### Data section
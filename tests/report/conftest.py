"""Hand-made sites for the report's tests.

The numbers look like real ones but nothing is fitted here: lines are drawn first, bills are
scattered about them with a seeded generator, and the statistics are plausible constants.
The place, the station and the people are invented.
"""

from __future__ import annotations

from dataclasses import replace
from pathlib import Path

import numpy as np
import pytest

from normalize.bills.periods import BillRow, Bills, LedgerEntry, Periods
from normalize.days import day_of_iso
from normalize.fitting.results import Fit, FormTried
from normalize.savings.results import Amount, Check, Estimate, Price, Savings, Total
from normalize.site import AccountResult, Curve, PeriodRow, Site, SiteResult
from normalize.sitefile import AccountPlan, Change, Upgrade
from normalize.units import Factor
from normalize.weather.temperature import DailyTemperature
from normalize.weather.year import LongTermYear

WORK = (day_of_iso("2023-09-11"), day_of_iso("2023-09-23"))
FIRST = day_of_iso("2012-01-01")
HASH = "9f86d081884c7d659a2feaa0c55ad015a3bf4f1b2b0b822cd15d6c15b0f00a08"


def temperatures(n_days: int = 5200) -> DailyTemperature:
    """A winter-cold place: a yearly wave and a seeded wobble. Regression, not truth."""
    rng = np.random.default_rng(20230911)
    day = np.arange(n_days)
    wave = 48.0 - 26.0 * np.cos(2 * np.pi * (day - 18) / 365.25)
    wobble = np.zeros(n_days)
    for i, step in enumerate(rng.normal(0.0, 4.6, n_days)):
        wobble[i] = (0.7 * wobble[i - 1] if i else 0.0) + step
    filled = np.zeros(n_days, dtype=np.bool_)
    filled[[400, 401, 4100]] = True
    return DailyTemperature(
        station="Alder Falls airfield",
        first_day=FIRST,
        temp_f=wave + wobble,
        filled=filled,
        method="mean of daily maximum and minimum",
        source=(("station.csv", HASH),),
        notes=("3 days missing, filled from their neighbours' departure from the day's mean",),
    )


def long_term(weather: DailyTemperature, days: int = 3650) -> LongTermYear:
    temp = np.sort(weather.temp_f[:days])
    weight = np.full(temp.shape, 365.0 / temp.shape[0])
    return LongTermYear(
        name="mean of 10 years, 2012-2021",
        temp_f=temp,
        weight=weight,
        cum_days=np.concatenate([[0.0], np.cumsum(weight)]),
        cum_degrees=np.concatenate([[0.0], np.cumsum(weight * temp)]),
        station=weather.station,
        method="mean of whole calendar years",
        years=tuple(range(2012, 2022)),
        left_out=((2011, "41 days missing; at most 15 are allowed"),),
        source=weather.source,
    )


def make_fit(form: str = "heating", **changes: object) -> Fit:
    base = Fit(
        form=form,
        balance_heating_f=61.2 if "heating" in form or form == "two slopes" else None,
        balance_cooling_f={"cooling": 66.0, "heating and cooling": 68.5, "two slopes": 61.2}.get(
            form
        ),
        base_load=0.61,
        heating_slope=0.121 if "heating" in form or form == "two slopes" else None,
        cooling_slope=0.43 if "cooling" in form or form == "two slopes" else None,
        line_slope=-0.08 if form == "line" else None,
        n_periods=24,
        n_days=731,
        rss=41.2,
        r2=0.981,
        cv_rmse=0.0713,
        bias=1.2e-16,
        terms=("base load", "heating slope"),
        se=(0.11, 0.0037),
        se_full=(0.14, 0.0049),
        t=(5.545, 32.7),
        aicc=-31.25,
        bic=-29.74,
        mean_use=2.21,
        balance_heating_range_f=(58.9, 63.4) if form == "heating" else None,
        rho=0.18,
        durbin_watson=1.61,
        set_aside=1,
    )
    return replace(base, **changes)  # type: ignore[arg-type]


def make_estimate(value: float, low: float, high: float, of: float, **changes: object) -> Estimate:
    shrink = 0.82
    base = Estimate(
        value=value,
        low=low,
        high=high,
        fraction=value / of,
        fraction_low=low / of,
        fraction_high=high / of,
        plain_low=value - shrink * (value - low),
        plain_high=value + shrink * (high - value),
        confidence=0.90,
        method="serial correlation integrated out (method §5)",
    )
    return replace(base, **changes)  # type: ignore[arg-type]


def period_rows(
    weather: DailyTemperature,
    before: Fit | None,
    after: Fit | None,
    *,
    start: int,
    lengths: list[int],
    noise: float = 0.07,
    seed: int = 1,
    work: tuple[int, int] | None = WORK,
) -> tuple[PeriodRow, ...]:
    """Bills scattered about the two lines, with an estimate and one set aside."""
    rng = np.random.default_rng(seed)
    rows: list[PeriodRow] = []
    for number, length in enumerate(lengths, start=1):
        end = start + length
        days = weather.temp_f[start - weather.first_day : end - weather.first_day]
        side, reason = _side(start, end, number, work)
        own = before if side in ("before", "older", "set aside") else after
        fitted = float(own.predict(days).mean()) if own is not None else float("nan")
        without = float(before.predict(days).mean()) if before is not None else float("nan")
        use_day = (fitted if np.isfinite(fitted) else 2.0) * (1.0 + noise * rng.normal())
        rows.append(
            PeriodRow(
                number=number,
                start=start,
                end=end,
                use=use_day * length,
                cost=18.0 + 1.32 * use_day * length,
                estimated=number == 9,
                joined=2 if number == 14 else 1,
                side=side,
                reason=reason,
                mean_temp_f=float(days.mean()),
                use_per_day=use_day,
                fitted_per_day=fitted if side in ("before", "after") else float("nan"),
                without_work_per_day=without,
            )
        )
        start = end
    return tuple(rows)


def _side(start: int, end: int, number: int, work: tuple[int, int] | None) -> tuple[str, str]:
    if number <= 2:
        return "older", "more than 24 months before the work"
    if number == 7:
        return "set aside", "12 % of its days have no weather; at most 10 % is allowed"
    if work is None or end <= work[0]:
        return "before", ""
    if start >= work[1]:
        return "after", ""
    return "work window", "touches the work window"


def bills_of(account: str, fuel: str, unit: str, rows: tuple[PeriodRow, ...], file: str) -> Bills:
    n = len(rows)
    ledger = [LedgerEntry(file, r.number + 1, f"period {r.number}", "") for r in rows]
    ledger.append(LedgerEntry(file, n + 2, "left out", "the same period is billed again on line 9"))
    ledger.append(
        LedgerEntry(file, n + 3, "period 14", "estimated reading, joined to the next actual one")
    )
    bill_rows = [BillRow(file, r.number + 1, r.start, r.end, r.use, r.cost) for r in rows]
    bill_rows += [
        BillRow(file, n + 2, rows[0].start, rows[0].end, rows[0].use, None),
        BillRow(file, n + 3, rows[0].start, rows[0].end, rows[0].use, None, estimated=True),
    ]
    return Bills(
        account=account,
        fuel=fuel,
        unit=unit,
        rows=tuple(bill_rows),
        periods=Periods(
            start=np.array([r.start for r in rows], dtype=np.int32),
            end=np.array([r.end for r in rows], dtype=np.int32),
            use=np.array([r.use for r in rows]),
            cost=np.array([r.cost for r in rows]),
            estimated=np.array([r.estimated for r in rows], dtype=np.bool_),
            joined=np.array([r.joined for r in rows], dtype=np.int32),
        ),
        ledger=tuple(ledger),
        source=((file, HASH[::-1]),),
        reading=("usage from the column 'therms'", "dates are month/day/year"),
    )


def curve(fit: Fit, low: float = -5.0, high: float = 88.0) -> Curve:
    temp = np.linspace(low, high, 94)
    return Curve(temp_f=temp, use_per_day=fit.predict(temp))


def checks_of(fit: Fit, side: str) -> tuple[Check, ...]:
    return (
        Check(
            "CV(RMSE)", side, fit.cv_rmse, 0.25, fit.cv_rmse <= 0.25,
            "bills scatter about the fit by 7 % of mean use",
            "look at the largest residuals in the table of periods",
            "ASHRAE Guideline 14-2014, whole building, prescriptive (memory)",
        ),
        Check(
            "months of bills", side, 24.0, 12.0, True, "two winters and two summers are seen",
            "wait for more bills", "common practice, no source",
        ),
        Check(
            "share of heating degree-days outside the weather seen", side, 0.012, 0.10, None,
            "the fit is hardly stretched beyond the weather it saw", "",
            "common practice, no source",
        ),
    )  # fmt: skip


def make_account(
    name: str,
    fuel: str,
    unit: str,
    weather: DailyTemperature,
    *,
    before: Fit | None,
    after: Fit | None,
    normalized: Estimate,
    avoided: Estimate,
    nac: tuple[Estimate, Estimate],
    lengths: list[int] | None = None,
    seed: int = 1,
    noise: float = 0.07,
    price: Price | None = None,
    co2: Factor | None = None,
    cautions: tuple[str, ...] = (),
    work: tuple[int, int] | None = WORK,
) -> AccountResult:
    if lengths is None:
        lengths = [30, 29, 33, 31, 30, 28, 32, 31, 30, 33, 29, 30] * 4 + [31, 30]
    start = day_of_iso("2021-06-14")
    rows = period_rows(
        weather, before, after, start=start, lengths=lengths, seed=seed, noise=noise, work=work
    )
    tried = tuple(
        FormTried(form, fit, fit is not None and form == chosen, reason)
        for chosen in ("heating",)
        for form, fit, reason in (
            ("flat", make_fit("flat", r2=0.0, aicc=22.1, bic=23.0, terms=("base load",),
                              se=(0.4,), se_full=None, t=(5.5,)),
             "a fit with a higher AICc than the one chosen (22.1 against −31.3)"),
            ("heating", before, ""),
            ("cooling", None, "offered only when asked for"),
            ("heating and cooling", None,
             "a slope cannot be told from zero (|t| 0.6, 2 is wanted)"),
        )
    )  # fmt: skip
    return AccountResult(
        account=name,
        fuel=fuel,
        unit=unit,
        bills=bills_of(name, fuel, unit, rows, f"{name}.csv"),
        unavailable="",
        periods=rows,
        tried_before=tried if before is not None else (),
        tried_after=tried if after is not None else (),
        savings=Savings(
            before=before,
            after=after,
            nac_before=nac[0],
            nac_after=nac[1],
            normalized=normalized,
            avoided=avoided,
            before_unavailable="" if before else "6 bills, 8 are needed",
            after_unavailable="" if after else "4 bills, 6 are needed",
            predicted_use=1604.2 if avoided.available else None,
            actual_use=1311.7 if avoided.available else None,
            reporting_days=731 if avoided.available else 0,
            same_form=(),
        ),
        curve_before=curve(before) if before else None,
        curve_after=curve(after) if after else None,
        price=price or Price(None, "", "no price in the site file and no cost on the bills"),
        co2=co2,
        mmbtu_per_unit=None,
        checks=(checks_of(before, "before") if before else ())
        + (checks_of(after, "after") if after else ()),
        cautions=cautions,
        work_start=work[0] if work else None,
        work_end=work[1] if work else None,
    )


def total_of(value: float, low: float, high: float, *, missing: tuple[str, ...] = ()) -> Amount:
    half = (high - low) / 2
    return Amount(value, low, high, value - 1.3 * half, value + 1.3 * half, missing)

### Exercise description
Please return every line from the first one in the records above down to the line containing "import pytest", including both, exactly as written and nothing more.

### Answer to the exercise
filename tests/report/conftest.py
"""Hand-made sites for the report's tests.

The numbers look like real ones but nothing is fitted here: lines are drawn first, bills are
scattered about them with a seeded generator, and the statistics are plausible constants.
The place, the station and the people are invented.
"""

from __future__ import annotations

from dataclasses import replace
from pathlib import Path

import numpy as np
import pytest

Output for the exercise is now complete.